Excerpts: “Kemper Agrees To $2 Billion Takeover Led by Zurich Group.”
- The Kemper Corporation, ending a yearlong effort to sell itself, said yesterday that it had agreed to be acquired by the Zurich Insurance Group and a group of American investors for $2 billion.
- As an independent company, Kemper failed to produce the profit that investors hoped would result from the combination in the 1980’s of a large mutual fund business, insurance companies and securities brokers. None of its businesses was stellar in its field, however, and by the 90’s, Kemper was in trouble from outsized investments in junk bonds and real estate.
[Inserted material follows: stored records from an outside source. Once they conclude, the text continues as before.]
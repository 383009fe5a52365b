import type { EmbeddedSpectrum, Sheet } from '../../analysis/index.ts';

/** Bands of invented species: [centre nm, standard deviation nm, height L mol⁻¹ cm⁻¹]. */
export type Bands = readonly (readonly [number, number, number])[];

export interface Synthetic {
  readonly seed: number;
  readonly stepNm: number;
  readonly bands: Readonly<Record<string, Bands>>;
  /** Amounts in the cuvette, mol/L, one record for each aliquot. */
  readonly aliquots: readonly Readonly<Record<string, number>>[];
  readonly noise: { readonly constant: number; readonly transmittance: number };
  readonly offset: number;
  /** Added to the crude beside the species, absorbance by wavelength. */
  readonly extra: (nm: number) => number;
}

export const usual: Synthetic = {
  seed: 1,
  stepNm: 1,
  bands: {
    arm: [[275, 16, 9000]],
    mono: [
      [320, 20, 16000],
      [245, 12, 6000],
    ],
    bis: [
      [355, 22, 27000],
      [255, 14, 9000],
    ],
  },
  aliquots: [{ arm: 8e-6, mono: 2e-5, bis: 1.2e-5 }],
  noise: { constant: 3e-4, transmittance: 2e-4 },
  offset: 5e-4,
  extra: () => 0,
};

/** Uniform numbers in [0, 1): mulberry32, a small published generator. */
export function uniform(seed: number): () => number {
  let state = seed >>> 0;
  return () => {
    state = (state + 0x6d2b79f5) >>> 0;
    let t = state;
    t = Math.imul(t ^ (t >>> 15), t | 1);
    t ^= t + Math.imul(t ^ (t >>> 7), t | 61);
    return ((t ^ (t >>> 14)) >>> 0) / 4294967296;
  };
}

/** Standard normal numbers by Box and Muller. */
export function normal(seed: number): () => number {
  const next = uniform(seed);
  return () => Math.sqrt(-2 * Math.log(1 - next())) * Math.cos(2 * Math.PI * next());
}

export function epsilonAt(bands: Bands, nm: number): number {
  return bands.reduce(
    (sum, [centre, sd, height]) => sum + height * Math.exp(-0.5 * ((nm - centre) / sd) ** 2),
    0,
  );
}

/** A sheet with every spectrum embedded; two standards of one stock for each species. */
export function syntheticSheet(changes: Partial<Synthetic> = {}): Sheet {
  const made: Synthetic = { ...usual, ...changes };
  const gauss = normal(made.seed);
  const nm = Array.from(
    { length: Math.floor(240 / made.stepNm) + 1 },
    (_, i) => 230 + i * made.stepNm,
  );
  const recorded = (name: string, absorbance: (nm: number) => number): EmbeddedSpectrum => ({
    name,
    wavelengthNm: nm,
    absorbance: nm.map((at) => {
      const value = absorbance(at);
      return (
        value + Math.hypot(made.noise.constant, made.noise.transmittance * 10 ** value) * gauss()
      );
    }),
  });
  const species = Object.keys(made.bands);
  return {
    format: 'monobis-sheet',
    version: 1,
    title: 'Synthetic',
    reaction: { core: 'core', arm: 'arm', sites: 2 },
    species: [
      { id: 'core', cores: 1, arms: 0, absorbs: false },
      ...species.map((id) => ({
        id,
        cores: id === 'mono' || id === 'bis' ? 1 : 0,
        arms: { arm: 1, mono: 1, bis: 2 }[id] ?? 0,
      })),
    ],
    stocks: species.map((id) => ({
      id: `${id}-A`,
      species: id,
      relativeStandardUncertainty: 0.005,
    })),
    standards: species.flatMap((id) =>
      [0.4, 0.9].map((peak, index) => {
        const bands = made.bands[id] ?? [];
        const concentrationMolPerL = peak / Math.max(...bands.map(([, , height]) => height));
        return {
          id: `${id}-${index + 1}`,
          species: id,
          stock: `${id}-A`,
          concentrationMolPerL,
          relativeStandardUncertainty: 0.003,
          spectrum: { embedded: recorded(id, (at) => concentrationMolPerL * epsilonAt(bands, at)) },
        };
      }),
    ),
    runs: [{ id: 'r1' }],
    aliquots: made.aliquots.map((amounts, index) => ({
      id: `a${index + 1}`,
      run: 'r1',
      dilution: { factor: 1000, relativeStandardUncertainty: 0.004 },
      spectrum: {
        embedded: recorded(`a${index + 1}`, (at) =>
          species.reduce(
            (sum, id) => sum + (amounts[id] ?? 0) * epsilonAt(made.bands[id] ?? [], at),
            made.offset + made.extra(at),
          ),
        ),
      },
    })),
    fit: { windowNm: [240, 450], baseline: 'offset', upperAbsorbance: 2 },
  };
}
- The Kemper acquisition also furthers Zurich’s goal of diversifying its business away from increasingly risky property and liability insurance, and toward life insurance, particularly life insurance policies and annuities that are sold as investments. Zurich will be a 51 percent owner of the two insurers, which collected more than $768 million of premiums last year and made $90 million.
- The remaining 49 percent of the life insurance companies will be owned by Insurance Partners, Zurich’s partner in the Kemper purchase. Members of the investment group include Keystone Inc., formerly known as the Robert M. Bass Group, the Chase Manhattan Corporation and Centre Reinsurance Holdings, a subsidiary of Zurich.